I remember innumerable meals with him when the restaurant’s proprietor would find us, pull up a chair and take time to chat, either because Josh had barraged the wait staff with questions they couldn’t answer, or he wanted to, diplomatically of course, offer a menu suggestion, or because he’d already established a relationship with that owner. Often times, during these chats, in his always-humble way, he would demonstrate that he was more knowledgeable about the establishment’s cuisine, invariably “ethnic,” or international, than even the owner.
 
I especially loved eating with him at Pao, an exceptionally good Portuguese restaurant in SoHo, where he’d spend a good part of the meal shooting the gastronomic breeze with Frank, one of the owners.  One night, when Joe and Josh and myself were enjoying dinner, and after I’d returned still glowing from my first trip to Portugal, with the help of a good bottle or two of Alentejo wine, we three proposed a trip to the lovely waitress as a foursome. The fantasy lived on with us until Joe’s death.

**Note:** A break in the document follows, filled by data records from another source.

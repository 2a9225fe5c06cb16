"""A cluster under attack: a real Dask scheduler with worker processes on the loopback interface."""

from __future__ import annotations

import logging
import sys
from collections.abc import Callable, Iterator
from functools import partial
from pathlib import Path
from typing import Any

import numpy as np
import pytest

from scanfit.errors import InputError, ScanfitError
from scanfit.posterior import Posterior, Status
from scanfit.priors import FloatArray
from scanfit.runfile import load_posterior
from scanfit.workers.start import start_workers

distributed = pytest.importorskip("distributed")
Toy = Callable[..., Path]


@pytest.fixture(scope="module")
def cluster() -> Iterator[Any]:
    """A scheduler with two workers that gives up a task as soon as it has taken down one of them."""
    for name in ("distributed.nanny", "distributed.scheduler", "distributed.worker"):
        logging.getLogger(name).setLevel(logging.CRITICAL)
    settings: dict[str, Any] = {"dashboard_address": ":0", "scheduler_kwargs": {"allowed_failures": 0}}
    with distributed.LocalCluster(n_workers=2, threads_per_worker=1, host="127.0.0.1", **settings) as cluster:
        yield cluster


@pytest.fixture
def scheduler(cluster: Any) -> str:
    """Address of the scheduler, once the workers that an earlier test took down are back."""
    with distributed.Client(cluster) as client:
        client.wait_for_workers(2, timeout=60)
    return str(cluster.scheduler_address)


def trouble(toy: Toy, how: str) -> Path:
    return toy(("[explore]", f'[terms.trouble]\nuse = "toy.py:Trouble"\nhow = "{how}"\nabove = 0.9\n\n[explore]'))


def points(number: int, *, bad: int) -> FloatArray:
    found = np.random.default_rng(3).uniform(-0.5, 0.5, (number, 3))
    found[bad, 0] = 0.95
    return found


@pytest.mark.parametrize(
    ("how", "limit", "status", "message"),
    [
        ("die", None, Status.FAILED, "took down several cluster workers"),
        ("hang", 2.0, Status.TIMED_OUT, "took longer than 2 s"),
    ],
)
def test_a_bad_point_is_marked_and_the_others_are_kept(
    toy: Toy, scheduler: str, how: str, limit: float | None, status: Status, message: str
) -> None:
    path = trouble(toy, how)
    given = points(10, bad=7)
    with start_workers(partial(load_posterior, path), cluster=scheduler, seconds_per_point_maximum=limit) as workers:
        assert workers.count == 2
        batch = workers.evaluate(given)
    posterior = load_posterior(path)
    good = np.arange(10) != 7
    assert batch.rows[good].tobytes() == posterior.evaluate_many(given[good]).rows.tobytes()
    assert batch.rows[7, posterior.column("status")] == status
    assert batch.rows[7, posterior.column("log_likelihood")] == -np.inf
    (failure,) = batch.failures
    assert (failure.row, failure.message) == (7, message)


def test_two_runs_share_a_cluster(toy: Toy, scheduler: str) -> None:
    wide, narrow = (toy(("sigma = 0.2", f"sigma = {sigma}"), name=f"{sigma}.toml") for sigma in (0.2, 0.1))
    given = points(6, bad=0)
    with (
        start_workers(partial(load_posterior, wide), cluster=scheduler) as one,
        start_workers(partial(load_posterior, narrow), cluster=scheduler) as two,
    ):
        for _ in range(2):
            for workers, path in ((one, wide), (two, narrow)):
                expected = load_posterior(path).evaluate_many(given).rows
                assert workers.evaluate(given).rows.tobytes() == expected.tobytes()


def test_a_posterior_that_cannot_be_built_is_reported_in_words(scheduler: str, tmp_path: Path) -> None:
    build = partial(load_posterior, tmp_path / "missing.toml")
    with start_workers(build, cluster=scheduler) as workers, pytest.raises(ScanfitError, match=r"missing\.toml"):
        workers.evaluate(points(2, bad=0))


def test_a_scheduler_that_does_not_answer_is_named(toy: Toy, monkeypatch: pytest.MonkeyPatch) -> None:
    from scanfit.workers import cluster

    monkeypatch.setattr(cluster, "_PATIENCE", 0.5)
    with pytest.raises(InputError, match=r"compute\.cluster: no Dask scheduler .*'tcp://127\.0\.0\.1:9'"):
        start_workers(partial(load_posterior, toy()), cluster="tcp://127.0.0.1:9")


def test_without_the_packages_the_extra_is_named(toy: Toy, monkeypatch: pytest.MonkeyPatch) -> None:
    monkeypatch.delitem(sys.modules, "scanfit.workers.cluster", raising=False)
    monkeypatch.setitem(sys.modules, "distributed", None)
    with pytest.raises(InputError, match=r"pip install 'scanfit\[cluster\]'"):
        start_workers(partial(load_posterior, toy()), cluster="local")


def test_what_cannot_be_sent_is_refused_at_once(scheduler: str) -> None:
    lock = logging.getLogger("root").handlers or [logging.StreamHandler()]

    def build() -> Posterior:
        raise RuntimeError(lock)

    with pytest.raises(InputError, match=r"compute\.cluster: .* cannot be sent to a cluster"):
        start_workers(build, cluster=scheduler)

He got to know a number of my boyfriends and was always available to listen to my relationship problems, offering advice, some of which was right on-target and insightful.  I’d reconnected with a long-lost boyfriend from my undergraduate days at City.  And we became friends.  I just knew that he and Josh would hit it off.  They did, over food and wine, of course, and discovered they were born on the same day, same year.  It was, as all who knew him know, the 4th of July.  Joe was African-American, though quite light-skinned, and they took to having it on with all they’d meet, passing themselves off as twin brothers.  Some years back, Joe lost his job and, sick with prostate cancer, could not find employment.  Josh “loaned” him I don’t know how many thousands of dollars knowing, but not letting on, that he’d never get it back.  When Joe became really sick, he went out to California to stay with his sister.  Just before Joe died, Josh flew me out there so that I could be with them both and reconnect with Barbara whom I hadn’t seen since she was a child.  Sadly, Joe died a day before I arrived.  Josh came up from LA where he was visiting Valerie to be with Barbara and me in our grief.

When Valerie came into his life, she immediately also came into ours, “ours” meaning all those many, many people whom Josh touched.  He seemed to bring countless numbers of folks, of good folks, into both his professional and personal orbits; usually spun in tandem.  The last I saw Josh alive, just a week before he died, he took me aside while Valerie was in the kitchen and marveled at how well Valerie meshed with all his friends.  I knew how important that was for him and how it made him love Valerie even more.
When the recession hit and I lost nearly all of my writing sources, over dinner one night at an inferior Mediterranean place on the Upper West Side, he offered me a once-a-week gopher kind of job at his lab.  I'm still there.  And now, he's not.